A concrete implementation that rescues pickling round-trips for our MyMixin example is:

class MyMixin:
    def __init__(self):
        self.mixed = True

    def __reduce__(self) -> tuple:
        if hasattr(self, "__getstate__"):
            # Subtypes with slots should have customized their pickling behaviour.
            # Rely on the subtype to handle the things it's responsible for.
            state = self.__getstate__()
        else:
            # The subtype must not have slots. Grab its instance dictionary.
            state = self.__dict__
        # Sprinkle our own properties on top:
        if hasattr(self, "mixed"):
            state["mixed"] = self.mixed
        return (
            object.__new__,
            (type(self),),
            state,
            None,
            None,
            _setstate,
        )


def _setstate(obj: object, state: dict[str, Any]) -> None:
    """
    Inspired by https://github.com/python-attrs/attrs/blob/336ea8b691f148b81db62e24bb55c7ca11ddbc6c/src/attr/_make.py#L931
    """
    # Use object.__setattr__ to actually assign in state, to avoid any property setters
    # or frozen class behaviours.
    # I think the precise form of this (instead of repeatedly calling
    # object.__setattr__(obj, key, value)) is a performance microoptimization.
    _bound_setattr = object.__setattr__.__get__(obj)

    if hasattr(obj, "__setstate__"):
        # If the instance has a setstate method, rely on it to handle almost everything.
        obj.__setstate__(state)  # type: ignore
        # Restore our MyMixin state to the object
        if "mixed" in state:
            _bound_setattr("mixed", state["mixed"])
        return

    # The object doesn't know how to restore its state, so we're responsible for it all.
    for k, v in state.items():
        if k == "__weakref__":
            continue
        _bound_setattr(k, v)

@attr.define
class A(MyMixin):
    spam: str = "eggs"

    def __attrs_post_init__(self):
        super().__init__()

Finally, we can write:

>>> a = A()
>>> a_prime = pickle.loads(pickle.dumps(a))
>>> a_prime.mixed
True

Endnotes

1: A “mixin” class provides some functionality to child types, to which the mixin class may not be tightly coupled. It’s not important that the base class here is a mixin, instead of some other kind of base class, but it was the motivating example in the codebase where I encountered this strange circumstance.

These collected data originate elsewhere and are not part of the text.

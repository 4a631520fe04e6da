"""A camera: integrates a scene over its pixels, adds noise and uneven light, and rounds to grey levels."""

from __future__ import annotations

from collections.abc import Callable
from dataclasses import dataclass
from functools import cache
from math import ceil

import numpy as np
from numpy.polynomial.hermite_e import hermegauss
from numpy.polynomial.legendre import leggauss
from numpy.typing import NDArray

Floats = NDArray[np.float64]
Scene = Callable[[Floats, Floats], Floats]

#: Sample points that are evaluated at a time; they stay in the processor's cache.
_BLOCK = 60_000


def picture(scene: Scene, shape: tuple[int, int], *, samples: int = 3, blur: float = 0.0) -> Floats:
    """Return the mean of a scene over each pixel.

    Parameters
    ----------
    scene
        Called with picture coordinates x, shape (1, m), and y, shape (n, 1), px; returns the
        reflectance, shape (n, m).  The scene evaluates its texture at the material points that
        have come to these spots; no picture is ever warped.
    shape
        (rows, columns).
    samples
        Points of the Gauss quadrature per pixel and direction for a sharp lens.
    blur
        Sigma of a Gaussian lens blur, px; adds the points that it needs.

    Returns
    -------
    ndarray
        Reflectance, shape (rows, columns).
    """
    rows, columns = shape
    # Measured on dots of 4.5 px with edges of 0.5 px: as near to converged as the sharp lens is.
    samples += ceil(8 * blur * (1 + blur))
    nodes, weights = aperture(samples, blur)
    x = (np.arange(columns)[:, None] + nodes).reshape(1, -1)
    image = np.empty(shape)
    height = max(1, _BLOCK // (x.size * samples))
    for top in range(0, rows, height):
        some = np.arange(top, min(top + height, rows))
        y = (some[:, None] + nodes).reshape(-1, 1)
        values = scene(x, y).reshape(len(some), samples, columns, samples)
        image[some] = _weigh(_weigh(values, weights, 1), weights, 2)
    return image


def _weigh(values: Floats, weights: Floats, axis: int) -> Floats:
    # A plain sum in fixed order: a matrix product's rounding may depend on the number of threads.
    total = weights[0] * values.take(0, axis)
    for i in range(1, len(weights)):
        total += weights[i] * values.take(i, axis)
    return total


@cache
def aperture(samples: int, blur: float = 0.0) -> tuple[Floats, Floats]:
    """Return nodes (px from the pixel's centre) and weights of the pixel's aperture in one direction.

    Without blur these are Gauss–Legendre's.  With blur the weight function is the pixel convolved
    with the lens' Gaussian, and its Gauss rule comes from the Jacobi matrix of that measure by
    Golub & Welsch (Math. Comp. 23 (1969) 221-230, doi 10.1090/S0025-5718-69-99647-1), the measure
    being carried by a rule with many more points.
    """
    flat, flat_weights = leggauss(samples if blur == 0 else 4 * samples)
    flat, flat_weights = flat / 2, flat_weights / 2
    if blur == 0:
        return flat, flat_weights
    bell, bell_weights = hermegauss(4 * samples)
    points = np.add.outer(flat, blur * bell).ravel()
    masses = np.multiply.outer(flat_weights, bell_weights / bell_weights.sum()).ravel()
    diagonal, beside = np.empty(samples), np.empty(samples)
    before, now = np.zeros_like(points), np.ones_like(points)
    for k in range(samples):
        diagonal[k] = np.sum(masses * points * now**2)
        onward = (points - diagonal[k]) * now - (beside[k - 1] * before if k else 0.0)
        beside[k] = np.sqrt(np.sum(masses * onward**2))
        before, now = now, onward / beside[k]
    jacobi = np.diag(diagonal) + np.diag(beside[:-1], 1) + np.diag(beside[:-1], -1)
    nodes, vectors = np.linalg.eigh(jacobi)
    return nodes, vectors[0] ** 2


@dataclass(frozen=True)
class Camera:
    """How reflectance becomes grey levels.

    Attributes
    ----------
    bits
        Bit depth, 8 to 16; more than 8 are stored in 16, in the low bits.
    black, white
        Grey of reflectance 0 and 1 in full light, as shares of full scale.
    noise
        Sigma of plain Gaussian noise, as a share of full scale.
    dark_noise
        Sigma of the noise without light, in grey levels.
    gain
        Photon noise: variance per grey level, in grey levels (EMVA 1288's linear model: variance =
        dark variance + gain × grey value).
    blur
        Sigma of the lens blur, px.
    samples
        Quadrature points per pixel and direction, for a sharp lens; see `picture`.
    vignette
        Share of light that is missing in the picture's corners.
    gradient
        Change of light from left to right, as a share of the light in the middle.
    drift
        Change of light from one frame to the next, as a share of the first.
    """

    bits: int = 8
    black: float = 0.10
    white: float = 0.85
    noise: float = 0.0
    dark_noise: float = 0.0
    gain: float = 0.0
    blur: float = 0.0
    samples: int = 3
    vignette: float = 0.0
    gradient: float = 0.0
    drift: float = 0.0

    @property
    def full_scale(self) -> int:
        """Largest grey level."""
        return 2**self.bits - 1

    def photograph(self, scene: Scene, shape: tuple[int, int], *, frame: int = 0, seed: int = 0) -> NDArray:
        """Take one frame of a scene; see `picture` and `expose`."""
        return self.expose(picture(scene, shape, samples=self.samples, blur=self.blur), frame, seed)

    def expose(self, reflectance: Floats, frame: int = 0, seed: int = 0) -> NDArray:
        """Turn reflectance into grey levels.

        Parameters
        ----------
        reflectance
            Means over the pixels, shape (rows, columns).
        frame
            Number of the frame: light drifts with it, and each frame has its own noise, the same
            in whatever order frames are taken.
        seed
            Seed of the noise.

        Returns
        -------
        ndarray
            Grey levels, uint8 or uint16, shape (rows, columns).
        """
        grey = self.grey(reflectance, frame)
        plain = (self.noise * self.full_scale) ** 2 + self.dark_noise**2
        if plain or self.gain:
            rng = np.random.default_rng([seed, frame])
            draw = rng.standard_normal(grey.shape, dtype=np.float32)
            grey = grey + np.sqrt(plain + self.gain * grey) * draw
        kind = np.uint8 if self.bits == 8 else np.uint16
        return np.clip(np.rint(grey), 0, self.full_scale).astype(kind)

    def grey(self, reflectance: Floats, frame: int = 0) -> Floats:
        """Return the noise-free grey values, in grey levels but not rounded."""
        share = self.black + (self.white - self.black) * reflectance
        return self.full_scale * share * self.light(reflectance.shape, frame)

    def light(self, shape: tuple[int, ...], frame: int = 0) -> Floats:
        """Return the light on each pixel, 1 in the middle of the first frame."""
        v, h = (np.linspace(-1, 1, n) if n > 1 else np.zeros(1) for n in shape)
        fall = 1 - self.vignette / 2 * (h[None, :] ** 2 + v[:, None] ** 2)
        return fall * (1 + self.gradient / 2 * h[None, :]) * (1 + self.drift * frame)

2: To avoid slandering pickle, running into problems serializing this data layout isn’t a pickle-specific problem. A glance at the default cattrs representation of an instance of A is revealing:

>>> cattr.unstructure(a)
{'spam': 'eggs'}

There’s no attempt to represent the mixed attribute here, so it follows that you would have to similarly customize how cattrs structures and unstructures this type to preserve any interesting properties belonging to the mixin class.